→ **Task to carry out**
Filter the records for "strokeLine" and keep each line that has it.
(Beginning of Stored data)
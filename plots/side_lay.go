package plots

import "math"

// side is a side view at work: what it shows, and where all of it goes.
type side struct {
	scene
	spec    SideViewSpec
	detail  *detail
	hairy   bool // the offset is too small for the view, and drawn as a detail
	uniform bool // the uniform-gravity path is a line of its own
}

// hairWidth is the offset on the page, pt, below which it is drawn again as a detail.
const hairWidth = 4.0

// arrange chooses what is shown, and finds places for all of it.
func (s *side) arrange() {
	must, wanted := s.shown(), s.wanted()
	s.whole = s.gone(must) > wholeFrom
	s.lay(must, 0, wanted)
	if s.hairy = s.part == nil && s.hair(); s.hairy {
		s.lay(must, detailWidth, wanted)
	}
	for _, p := range s.spec.Uniform {
		const apart = 1.0 // pt
		s.uniform = s.uniform || math.Abs(p.X)*s.v.perM > apart
	}
	var words []string
	for _, d := range wanted {
		if !s.dimension(d) {
			words = append(words, d.text)
		}
	}
	if s.hairy {
		near := closeUp{landing: *s.landing, top: s.track.at[0], offset: s.spec.Offset, body: s.body, outlines: s.outlines, track: s.track}
		s.detail, words = newDetail(&s.scene, s.v.pt(*s.landing), near, words), nil
		s.pl.polyline(priceThin, s.detail.pointer()...)
	}
	s.obstacles()
	s.pl.polyline(pricePlumb, s.v.pts(s.spec.Uniform)...)
	s.names()
	for _, w := range words {
		s.name(Point{}, 4, toDown, w)
	}
	s.lineNames()
	s.lost = s.pl.solve()
}

// shown is what the view must show: the flight, and as much of the rest as does not
// spoil the scale.
func (s *side) shown() area {
	must := s.flight()
	full := must
	full.add(s.track.at...)
	if s.rest != nil {
		full.add(*s.rest)
	}
	must = better(must, full)
	path := must
	path.add(s.spec.Uniform...)
	must = better(must, path)
	must.grow(s.body)
	return must
}

// hair reports whether the offset is too small for the view but not for a detail.
func (s *side) hair() bool {
	const finest = 1e-9 // of the height: below, the track's own digits end
	if s.landing == nil || s.whole {
		return false
	}
	off := math.Abs(s.spec.Offset)
	x := math.Abs(s.landing.X)
	return off*s.v.perM < hairWidth && x > off/2 && x > finest*math.Max(s.track.at[0].norm(), s.radius*1e-6)
}

// wanted lists the dimensions that the view gives.
func (s *side) wanted() []dimension {
	off, def := s.spec.Offset, s.spec.Deflection
	deck := deckLine{radius: s.radius}
	same := finite(off) && finite(def) && signedLength(off) == signedLength(def)
	var out []dimension
	end := deck.place(off)
	if s.landing != nil {
		end = *s.landing
	}
	if finite(off) {
		words := "deck offset "
		if same {
			words = "deck offset = apparent deflection "
		}
		out = append(out, dimension{s1: off, text: words + signedLength(off), ink: inkText, tops: [2]Point{{}, end}})
	}
	if finite(def) && !same {
		from := 0.0
		if finite(off) {
			from = off - def
		}
		start := deck.place(from)
		if n := len(s.spec.Uniform); n > 0 {
			start = s.spec.Uniform[n-1]
		}
		out = append(out, dimension{s0: from, s1: from + def, text: "apparent deflection " + signedLength(def), ink: inkText, tops: [2]Point{start, end}})
	}
	return out
}

// lineNames names the plumb line and the uniform-gravity path, which are one for a drop.
func (s *side) lineNames() {
	plumb := s.v.pts([]Point{s.track.at[0], {}})
	s.nameLine(plumb, "plumb line")
	switch {
	case s.uniform:
		s.nameLine(s.v.pts(s.spec.Uniform), "uniform-gravity path")
	case len(s.spec.Uniform) > 1:
		s.nameLine(plumb, "uniform-gravity path")
	}
}

func (s *side) paint(p *pad) {
	s.paintView(p)
	s.drawStrip(p, "spinward", "up", s.statement(""))
	if s.detail != nil {
		s.detail.paint(p)
	}
	s.sheet.draw(p)
}

func (s *side) paintView(p *pad) {
	v, spec := s.v, s.spec
	v.structure(p, spec.Outlines)
	if len(spec.Outlines) == 0 {
		s.bareDeck(p)
	}
	p.rect(s.win, penFrame)
	v.strokeLine(p, penPlumb, v.pts([]Point{s.track.at[0], {}}))
	if s.uniform {
		v.strokeLine(p, penUniform, v.pts(spec.Uniform))
	}
	s.paintMotion(p)
}

// bareDeck draws the deck where the caller gives no structure.
func (s *side) bareDeck(p *pad) {
	if s.radius == 0 {
		a := s.v.shown()
		s.v.strokeLine(p, penDeck, s.v.pts([]Point{{a.min.X, 0}, {a.max.X, 0}}))
		return
	}
	s.v.strokeArc(p, penDeck, s.v.arc(Point{0, s.radius}, s.radius, -1.5*math.Pi, 0.5*math.Pi))
}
(End of Stored data)
→ **Expected output**
	v.strokeLine(p, penPlumb, v.pts([]Point{s.track.at[0], {}}))
		v.strokeLine(p, penUniform, v.pts(spec.Uniform))
		s.v.strokeLine(p, penDeck, s.v.pts([]Point{{a.min.X, 0}, {a.max.X, 0}}))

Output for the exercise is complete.